• Task brief:
From the first line to the last, return the data exactly as it stands.

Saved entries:
>>>>

// The authorization matrix: every route handler and server action, who may call it, and whose data it is.
// tests/integration/access.test.ts checks each entry for every role, and fails when the app has a route
// or action that is not listed here.
//
//   allow — gets past authorization (any answer but 401, 403 or 404, and never a 5xx)
//   deny  — anonymous gets 401, anyone signed in gets 404 (existence is not revealed)
//   own   — allowed for the customer whose resource it is (customer A); customer B gets 404
//   public — no session needed (the answer is the route's own business)

import { randomUUID } from "node:crypto";

export type Role = "anonymous" | "customerA" | "customerB" | "technician" | "owner";
export type Rule = "allow" | "deny" | "own" | "public";
export type Fixtures = {
  jobA: string;
  revisionA: string;
  certificateA: string;
  claimA: string;
  paymentA: string;
  sessionA: string;
  photoA: string;
  jobOpenA: string;
  refundAny: string;
  emailAny: string;
  /** An instrument some reading names: deleting it is refused, so the probes leave it in place. */
  instrumentAny: string;
  /** Customer A's address. */
  addressA: string;
  /** More of customer A's addresses, one taken by each removal probe (a removed address is gone). */
  addressSparesA: string[];
  partAny: string;
  /** The receipt of customer A's deposit. */
  documentA: string;
};

export type RouteEntry = {
  method: "GET" | "POST" | "PUT" | "PATCH" | "DELETE";
  route: string; // as the file lives under app/, e.g. /api/portal/jobs/[id]
  action: string;
  rules: Record<Role, Rule>;
  params?: (f: Fixtures) => Record<string, string>;
  body?: (f: Fixtures) => unknown;
  query?: string;
  /** Routes that do not tell visitors they exist answer them 404 instead of asking them to sign in. */
  hiddenFromVisitors?: boolean;
};

const staff = (rule: Rule = "allow"): Record<Role, Rule> => ({
  anonymous: "deny",
  customerA: "deny",
  customerB: "deny",
  technician: rule,
  owner: rule,
});
const ownerOnly: Record<Role, Rule> = { anonymous: "deny", customerA: "deny", customerB: "deny", technician: "deny", owner: "allow" };
const customers: Record<Role, Rule> = { anonymous: "deny", customerA: "allow", customerB: "allow", technician: "deny", owner: "deny" };
const customerOwn: Record<Role, Rule> = { anonymous: "deny", customerA: "own", customerB: "own", technician: "deny", owner: "deny" };
const ownOrStaff: Record<Role, Rule> = { anonymous: "deny", customerA: "own", customerB: "own", technician: "allow", owner: "allow" };
const ownOrOffice: Record<Role, Rule> = { anonymous: "deny", customerA: "own", customerB: "own", technician: "deny", owner: "allow" };
const everyone: Record<Role, Rule> = {
  anonymous: "public",
  customerA: "public",
  customerB: "public",
  technician: "public",
  owner: "public",
};

const job = (f: Fixtures) => ({ id: f.jobOpenA });
const jobDone = (f: Fixtures) => ({ id: f.jobA });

<<<<

• Problem solution:
// The authorization matrix: every route handler and server action, who may call it, and whose data it is.
// tests/integration/access.test.ts checks each entry for every role, and fails when the app has a route
// or action that is not listed here.
//
//   allow — gets past authorization (any answer but 401, 403 or 404, and never a 5xx)
//   deny  — anonymous gets 401, anyone signed in gets 404 (existence is not revealed)
//   own   — allowed for the customer whose resource it is (customer A); customer B gets 404
//   public — no session needed (the answer is the route's own business)

import { randomUUID } from "node:crypto";

export type Role = "anonymous" | "customerA" | "customerB" | "technician" | "owner";
export type Rule = "allow" | "deny" | "own" | "public";
export type Fixtures = {
  jobA: string;
  revisionA: string;
  certificateA: string;
  claimA: string;
  paymentA: string;
  sessionA: string;
  photoA: string;
  jobOpenA: string;
  refundAny: string;
  emailAny: string;
  /** An instrument some reading names: deleting it is refused, so the probes leave it in place. */
  instrumentAny: string;
  /** Customer A's address. */
  addressA: string;
  /** More of customer A's addresses, one taken by each removal probe (a removed address is gone). */
  addressSparesA: string[];
  partAny: string;
  /** The receipt of customer A's deposit. */
  documentA: string;
};

export type RouteEntry = {
  method: "GET" | "POST" | "PUT" | "PATCH" | "DELETE";
  route: string; // as the file lives under app/, e.g. /api/portal/jobs/[id]
  action: string;
  rules: Record<Role, Rule>;
  params?: (f: Fixtures) => Record<string, string>;
  body?: (f: Fixtures) => unknown;
  query?: string;
  /** Routes that do not tell visitors they exist answer them 404 instead of asking them to sign in. */
  hiddenFromVisitors?: boolean;
};

const staff = (rule: Rule = "allow"): Record<Role, Rule> => ({
  anonymous: "deny",
  customerA: "deny",
  customerB: "deny",
  technician: rule,
  owner: rule,
});
const ownerOnly: Record<Role, Rule> = { anonymous: "deny", customerA: "deny", customerB: "deny", technician: "deny", owner: "allow" };
const customers: Record<Role, Rule> = { anonymous: "deny", customerA: "allow", customerB: "allow", technician: "deny", owner: "deny" };
const customerOwn: Record<Role, Rule> = { anonymous: "deny", customerA: "own", customerB: "own", technician: "deny", owner: "deny" };
const ownOrStaff: Record<Role, Rule> = { anonymous: "deny", customerA: "own", customerB: "own", technician: "allow", owner: "allow" };
const ownOrOffice: Record<Role, Rule> = { anonymous: "deny", customerA: "own", customerB: "own", technician: "deny", owner: "allow" };
const everyone: Record<Role, Rule> = {
  anonymous: "public",
  customerA: "public",
  customerB: "public",
  technician: "public",
  owner: "public",
};

const job = (f: Fixtures) => ({ id: f.jobOpenA });
const jobDone = (f: Fixtures) => ({ id: f.jobA });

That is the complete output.